There are several services that can do name resolution (PubChem, Chemical Identity Resolver, ChemSpider), and they sometimes disagree. Pura enables you to check several services asynchronously and ensure that a certain number agree on the resolved identifier. You can then discard or manually check the names that could not be resolved.

You can find a full list of services here.

# Import pura
from pura.resolvers import resolve_identifiers
from pura.compound import CompoundIdentifierType
from pura.services import PubChem, CIR, CAS

# Resolve names to SMILES
resolved = resolve_identifiers(
    ["Josiphos SL-J001-1", "Rh(NBD)2BF4", "DuPhos"],
    input_identifer_type=CompoundIdentifierType.NAME,
    output_identifier_type=CompoundIdentifierType.SMILES,
    backup_identifier_types=[
        CompoundIdentifierType.INCHI_KEY,
        CompoundIdentifierType.CAS_NUMBER,
    ],
    services=[PubChem(autocomplete=True), CIR(), CAS()],
    agreement=1,
    silent=True,
)
print("\nResults\n")
for input_compound, resolved_identifiers in resolved:
    print(input_compound, resolved_identifiers, "\n")
#Josiphos SL-J001-1 [CompoundIdentifier(identifier_type=<CompoundIdentifierType.SMILES: 2>, #value='C1CCCC1.CC(C1CCCC1P(c1ccccc1)c1ccccc1)P(C1CCCCC1)C1CCCCC1.[Fe]', details=None)]

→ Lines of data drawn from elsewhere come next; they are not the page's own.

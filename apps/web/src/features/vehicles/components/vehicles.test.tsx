import { screen, waitFor, within } from '@testing-library/react';
import userEvent from '@testing-library/user-event';
import type { VehicleDetail } from '@tappet/contracts';
import { afterEach, describe, expect, it, vi } from 'vitest';
import { installFakeApi, meFixture, ownerOfA, shopA } from '../../../testing/fake-api';
import type { Me } from '../../../lib/auth';
import { renderApp } from '../../../testing/render-app';
import { checkFiles, uploadLimits } from './files-panel';
import { formatOdometer } from './words';

const slow = { timeout: 5000 };
afterEach(() => vi.unstubAllGlobals());

const vehicleId = '44444444-4444-4444-8444-444444444444';

function vehicleFixture(overrides: Partial<VehicleDetail> = {}): VehicleDetail {
  return {
    id: vehicleId,
    kind: 'shop_stock',
    marque: 'Astley-Pike',
    model: 'Sprint 500',
    year: 1971,
    colour: 'Heron grey',
    frameNumber: 'AP5 10442',
    engineNumber: 'AP5E 10442',
    vin: null,
    vinCheck: 'not_checked',
    condition: 'complete_project',
    notes: null,
    customer: null,
    acquisitionCostMinor: 180000,
    askingPriceMinor: 420000,
    currency: 'GBP',
    status: 'arrived',
    statusSince: '2026-01-10T09:00:00.000Z',
    numbersMatching: null,
    numbersCheckedBy: null,
    numbersCheckedAt: null,
    numbersNote: null,
    latestOdometer: null,
    photoCount: 0,
    coverPhotoId: null,
    createdAt: '2026-01-10T09:00:00.000Z',
    updatedAt: '2026-01-10T09:00:00.000Z',
    odometerReadings: [],
    files: [],
    statusHistory: [],
    nextStatuses: ['assessing', 'in_work'],
    ...overrides,
  };
}

const settings = { name: 'Harbour Works', address: '', currency: 'GBP', distanceUnit: 'km', pressureUnit: 'psi', taxRatePercent: 20, labourRateMinorPerHour: 6000, serviceLevel: 0.95, orderingCostMinor: 2500, holdingCostRatePercent: 25, labelSheetFormat: 'a4-3x8' };

type Handler = Parameters<typeof installFakeApi>[0][string];

function installVehiclesApi(handlers: Record<string, Handler>, me: Me = ownerOfA()) {
  const all: Record<string, Handler> = {
    'GET /me': () => ({ body: me }),
    'POST /me/active-shop': () => ({ body: me }),
    [`GET /shops/${shopA}`]: () => ({ body: { id: shopA, name: 'Harbour Works', slug: 'harbour-works', createdAt: '2024-03-01T09:00:00.000Z' } }),
    [`GET /shops/${shopA}/settings`]: () => ({ body: settings }),
    [`GET /shops/${shopA}/customers`]: () => ({ body: { items: [], total: 0, page: 1, pageSize: 20 } }),
    [`GET /shops/${shopA}/vehicles`]: () => ({ body: { items: [vehicleFixture()], total: 1, page: 1, pageSize: 25, marques: ['Astley-Pike', 'Corran'] } }),
    ...handlers,
  };
  // Query strings do not pick a different handler.
  const routes = new Proxy(all, { get: (target, key) => (typeof key === 'string' ? (target[key] ?? target[key.split('?')[0] ?? key]) : undefined) });
  return installFakeApi(routes);
}

describe('odometer words', () => {
  it('shows a reading as read and in the shop’s unit, with the exact mile of NIST SP 811', () => {
    // Source: NIST SP 811, appendix B.8: 1 mi = 1.609344 km exactly; 23,110 mi = 37,191.94 km.
    expect(formatOdometer(23_110, 'mi', 'km')).toBe('23,110\u00a0mi (37,192\u00a0km)');
    expect(formatOdometer(1_000, 'km', 'mi')).toBe('1,000\u00a0km (621\u00a0mi)');
    expect(formatOdometer(5, 'km', 'km')).toBe('5\u00a0km');
  });
});

describe('upload checks before sending', () => {
  it('refuses more files than the limit and files over 15 MB, naming the file', () => {
    const small = new File(['x'], 'a.pdf', { type: 'application/pdf' });
    expect(checkFiles([small])).toBeNull();
    expect(checkFiles([])).toMatch(/at least one/);
    expect(checkFiles(Array.from({ length: uploadLimits.maxFiles + 1 }, () => small))).toMatch(/at most 10/);
    const big = new File(['x'], 'scan.pdf');
    Object.defineProperty(big, 'size', { value: uploadLimits.maxFileBytes + 1 });
    expect(checkFiles([big])).toMatch(/“scan.pdf” is larger than 15 MB/);
  });
});

describe('the vehicle list', () => {
  it('lists vehicles and filters by status through the address', async () => {
    const { requests } = installVehiclesApi({});
    const { router } = renderApp(`/shops/${shopA}/vehicles`);
    const table = await screen.findByRole('table', { name: 'Vehicles in the shop' }, slow);
    expect(within(table).getByRole('link', { name: '1971 Astley-Pike Sprint 500' })).toHaveAttribute('href', `/shops/${shopA}/vehicles/${vehicleId}`);
    // The kind is written under the vehicle's title, not in a column of its own.
    expect(within(table).getAllByRole('columnheader').map((h) => h.textContent)).toEqual(['Vehicle', 'Frame / engine', 'Owner / consignor', 'Status', 'Odometer']);
    expect(within(table).getAllByRole('row')[1]!.querySelector('td')).toHaveTextContent('1971 Astley-Pike Sprint 500Shop stock');
    await userEvent.selectOptions(screen.getByLabelText('Status'), 'in_work');
    await waitFor(() => expect(router.state.location.search).toBe('?status=in_work'));
    await waitFor(() => expect(requests.some((r) => r.path === `/shops/${shopA}/vehicles?status=in_work`)).toBe(true));
  }, 20_000);
});

describe('recording a vehicle', () => {
  it('shows a failing VIN check digit as a warning that must be ticked before the VIN is kept', async () => {
    const posted: unknown[] = [];
    installVehiclesApi({
      [`POST /shops/${shopA}/vehicles`]: (req) => {
        posted.push(req.body);
        const body = req.body as { acknowledgeCheckDigit?: boolean };
        if (!body.acknowledgeCheckDigit) {
          return {
            status: 400,
            body: { error: { code: 'validation_failed', message: 'The check digit of this VIN does not match: position 9 should be 4. Vehicles built for North America must carry a valid check digit.', details: [{ path: ['vin'], message: 'Position 9 should be 4 for this VIN.', warning: 'vin_check_digit', expected: '4' }] } },
          };
        }
        return { status: 201, body: vehicleFixture({ vin: '1G4AH59H55G118341', vinCheck: 'acknowledged_failure' }) };
      },
      [`GET /shops/${shopA}/vehicles/${vehicleId}`]: () => ({ body: vehicleFixture({ vin: '1G4AH59H55G118341', vinCheck: 'acknowledged_failure' }) }),
      [`GET /shops/${shopA}/vehicles/${vehicleId}/timeline`]: () => ({ body: { entries: [] } }),
      [`GET /shops/${shopA}/vehicles/${vehicleId}/fitment`]: () => ({ body: { parts: [], stockKnown: false } }),
    });
    renderApp(`/shops/${shopA}/vehicles`);
    await userEvent.click(await screen.findByRole('button', { name: 'Record a vehicle' }, slow));
    const dialog = await screen.findByRole('dialog', { name: 'Record a vehicle' });
    await userEvent.type(within(dialog).getByLabelText('Marque'), 'Velmark');
    await userEvent.type(within(dialog).getByLabelText('Model'), 'Tourer');
    await userEvent.type(within(dialog).getByLabelText('VIN', { exact: false }), '1G4AH59H55G118341');
    await userEvent.click(within(dialog).getByRole('button', { name: 'Record vehicle' }));

    const alert = await within(dialog).findByRole('alert', {}, slow);
    expect(alert).toHaveTextContent('Position 9 of 1G4AH59H55G118341 should be 4');
    expect(posted).toHaveLength(1);
    // Sending again without the tick is stopped in the browser.
    await userEvent.click(within(dialog).getByRole('button', { name: 'Record vehicle' }));
    expect(posted).toHaveLength(1);
    await userEvent.click(within(dialog).getByRole('checkbox', { name: /keep this VIN as stamped/ }));
    await userEvent.click(within(dialog).getByRole('button', { name: 'Record vehicle' }));
    await waitFor(() => expect(posted).toHaveLength(2));
    expect(posted[1]).toMatchObject({ vin: '1G4AH59H55G118341', acknowledgeCheckDigit: true, marque: 'Velmark', model: 'Tourer' });
    expect(await screen.findByText(/Check digit does not match; kept as stamped/, {}, slow)).toBeInTheDocument();
  }, 30_000);

  it('a mechanic sees the money fields disabled and never sends them', async () => {
    const mechanic = meFixture({}, [{ shopId: shopA, shopName: 'Harbour Works', role: 'mechanic', spendingLimitMinor: null }]);
    const posted: unknown[] = [];
    installVehiclesApi(
      {
        [`POST /shops/${shopA}/vehicles`]: (req) => {
          posted.push(req.body);
          return { status: 201, body: vehicleFixture() };
        },
        [`GET /shops/${shopA}/vehicles/${vehicleId}`]: () => ({ body: vehicleFixture() }),
        [`GET /shops/${shopA}/vehicles/${vehicleId}/timeline`]: () => ({ body: { entries: [] } }),
        [`GET /shops/${shopA}/vehicles/${vehicleId}/fitment`]: () => ({ body: { parts: [], stockKnown: false } }),
      },
      mechanic,
    );
    renderApp(`/shops/${shopA}/vehicles`);
    await userEvent.click(await screen.findByRole('button', { name: 'Record a vehicle' }, slow));
    const dialog = await screen.findByRole('dialog', { name: 'Record a vehicle' });
    await userEvent.selectOptions(within(dialog).getByLabelText('Kind'), 'shop_stock');
    expect(within(dialog).getByLabelText(/Acquisition cost/)).toBeDisabled();
    expect(within(dialog).getByLabelText(/Asking price/)).toBeDisabled();
    expect(dialog).toHaveTextContent('Only the owner sets this.');
    // Customers are the owner's: no inline "new customer" for a mechanic.
    expect(within(dialog).queryByRole('button', { name: 'New customer…' })).not.toBeInTheDocument();
    await userEvent.type(within(dialog).getByLabelText('Marque'), 'Corran');
    await userEvent.type(within(dialog).getByLabelText('Model'), 'Meadowlark 350');
    await userEvent.click(within(dialog).getByRole('button', { name: 'Record vehicle' }));
    await waitFor(() => expect(posted).toHaveLength(1));
    expect(posted[0]).not.toHaveProperty('acquisitionCostMinor');
    expect(posted[0]).not.toHaveProperty('askingPriceMinor');
  }, 30_000);
});

describe('the vehicle page', () => {
  it('shows identification, status moves, the timeline and fitment with stock', async () => {
    const detail = vehicleFixture({
      odometerReadings: [{ id: '55555555-5555-4555-8555-555555555555', value: 23110, unit: 'mi', readOn: '2026-01-10', note: null, recordedBy: null, createdAt: '2026-01-10T09:00:00.000Z' }],
    });
    const { requests } = installVehiclesApi({
      [`GET /shops/${shopA}/vehicles/${vehicleId}`]: () => ({ body: detail }),
      [`GET /shops/${shopA}/vehicles/${vehicleId}/timeline`]: () => ({ body: { entries: [{ kind: 'status', at: '2026-01-10T09:00:00.000Z', title: 'Arrived', detail: null, by: { id: 'u', name: 'Pat Example' }, refId: null }] } }),
      [`GET /shops/${shopA}/vehicles/${vehicleId}/fitment`]: () => ({
        body: { parts: [{ partId: '66666666-6666-4666-8666-666666666666', number: 'AP-7710', description: 'Fork seal', origin: 'genuine', status: 'available', fitment: { yearFrom: 1969, yearTo: 1973, frameFrom: null, frameTo: null }, frameMatch: 'yes', freeStock: 3, bins: ['A-03 (new)'] }], stockKnown: true },
      }),
      [`POST /shops/${shopA}/vehicles/${vehicleId}/status`]: () => ({ body: { ...detail, status: 'assessing', nextStatuses: ['in_work', 'ready', 'handed_over'] } }),
    });
    renderApp(`/shops/${shopA}/vehicles/${vehicleId}`);
    expect(await screen.findByRole('heading', { level: 1, name: '1971 Astley-Pike Sprint 500' }, slow)).toBeInTheDocument();
    expect(screen.getByText('AP5E 10442')).toBeInTheDocument();
    expect(await screen.findByText('£4,200.00', {}, slow)).toBeInTheDocument();
    expect(screen.getByRole('table', { name: 'Odometer readings, newest first' })).toHaveTextContent('23,110 mi (37,192 km)');
    const fitment = await screen.findByRole('table', { name: 'Parts that fit this vehicle' }, slow);
    expect(fitment).toHaveTextContent('AP-7710');
    expect(fitment).toHaveTextContent('3');
    expect(fitment).toHaveTextContent('A-03 (new)');
    await userEvent.click(screen.getByRole('button', { name: 'Start assessment' }));
    const dialog = await screen.findByRole('dialog', { name: 'Start assessment?' });
    await userEvent.click(within(dialog).getByRole('button', { name: 'Start assessment' }));
    await waitFor(() => expect(requests.some((r) => r.method === 'POST' && r.path.endsWith('/status'))).toBe(true));
    expect(requests.find((r) => r.method === 'POST' && r.path.endsWith('/status'))?.body).toMatchObject({ to: 'assessing' });
  }, 30_000);
});
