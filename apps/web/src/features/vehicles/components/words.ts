import type { OdometerUnit, VehicleCondition, VehicleKind, VehicleStatus } from '@tappet/contracts';
import { convert } from '@tappet/domain';

export const kindWords: Record<VehicleKind, string> = {
  customer: 'Customer’s vehicle',
  shop_stock: 'Shop stock',
  consignment: 'Consignment',
};

/** What the button that moves a vehicle to each status says. */
export const moveWords: Record<VehicleStatus, string> = {
  arrived: 'Back in',
  assessing: 'Start assessment',
  in_work: 'Start work',
  ready: 'Mark ready',
  handed_over: 'Hand over',
  sold: 'Mark sold',
};

/** Tappet's own condition words, each with a line that says what it means in the shop. */
export const conditionWords: Record<VehicleCondition, { label: string; meaning: string }> = {
  incomplete: { label: 'Incomplete', meaning: 'Major parts missing; a heap to be sorted and sourced.' },
  complete_project: { label: 'Complete project', meaning: 'All there, but needs taking apart and rebuilding.' },
  runs_needs_work: { label: 'Runs, needs work', meaning: 'Starts and moves; known faults to put right.' },
  sorted_rider: { label: 'Sorted rider', meaning: 'Used and cared for; small jobs only.' },
  freshly_restored: { label: 'Freshly restored', meaning: 'Rebuilt and finished; little or no use since.' },
};

/** Shape and word for each status, so no state is told by colour alone. */
export const statusSymbols: Record<VehicleStatus, string> = {
  arrived: '↘',
  assessing: '◔',
  in_work: '◑',
  ready: '●',
  handed_over: '↗',
  sold: '✓',
};

const whole = new Intl.NumberFormat('en-GB', { maximumFractionDigits: 0 });

/**
 * An odometer reading as read, and in the shop's unit when that differs:
 * "23,110 mi (37,192 km)". Conversion uses the exact mile of NIST SP 811 (1.609344 km).
 */
export function formatOdometer(value: number, unit: OdometerUnit, shopUnit?: OdometerUnit): string {
  const read = `${whole.format(value)}\u00a0${unit}`;
  if (!shopUnit || shopUnit === unit) return read;
  return `${read} (${whole.format(convert(value, unit, shopUnit))}\u00a0${shopUnit})`;
}

/** A short name for a vehicle: "1966 Corran Meadowlark 350". */
export function vehicleTitle(v: { year: number | null; marque: string; model: string }): string {
  return [v.year, v.marque, v.model].filter(Boolean).join(' ');
}

/** Bytes for people: "1.2 MB". */
export function formatBytes(bytes: number): string {
  if (bytes < 1024) return `${bytes} B`;
  if (bytes < 1024 * 1024) return `${Math.round(bytes / 1024)} KB`;
  return `${(bytes / 1024 / 1024).toFixed(1)} MB`;
}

# Rh(NBD)2BF4 [CompoundIdentifier(identifier_type=<CompoundIdentifierType.SMILES: 2>, value='C1=CC2C=CC1C2.C1=CC2C=CC1C2.F[B-](F)(F)F.[Rh]', details=None)]

# Dichloro(p-cymene)ruthenium(II) dimer [CompoundIdentifier(identifier_type=<CompoundIdentifierType.SMILES: 2>, value='Cc1ccc(C(C)C)cc1.Cc1ccc(C(C)C)cc1.Cl[Ru]Cl.Cl[Ru]Cl', details=None)]

# DuPhos [CompoundIdentifier(identifier_type=<CompoundIdentifierType.SMILES: 2>, value='CC(C)C1CCC(C(C)C)P1c1ccccc1P1C(C(C)C)CCC1C(C)C', details=None)]

Development

  1. Install poetry using the following or via the instructions here:

    curl -sSL https://raw.githubusercontent.com/python-poetry/poetry/master/get-poetry.py | python -
  2. Clone the repository:

    git clone https://github.com/sustainable-processes/pura.git
    cd pura
  3. Install the dependencies from poetry.lock:

    poetry install

    Once you make some changes, commit and push:

    git commit -am <YOUR COMMIT MESSAGE>
    git push

Subtleties of name resolution

Molecules will often be referred to with an English name, however, the same molecule can have many different names, and different molecules can have very similar (and sometimes even the same?) name! As an example, consider these two very similar names that refer to two different molecules:

  • Phenyl acetate is the ester of phenol and acetic acid (CC(=O)Oc1ccccc1)
  • Phenylacetate is an organic compound containing a phenyl functional group and a carboxylic acid functional group (O=C(O)Cc1ccccc1)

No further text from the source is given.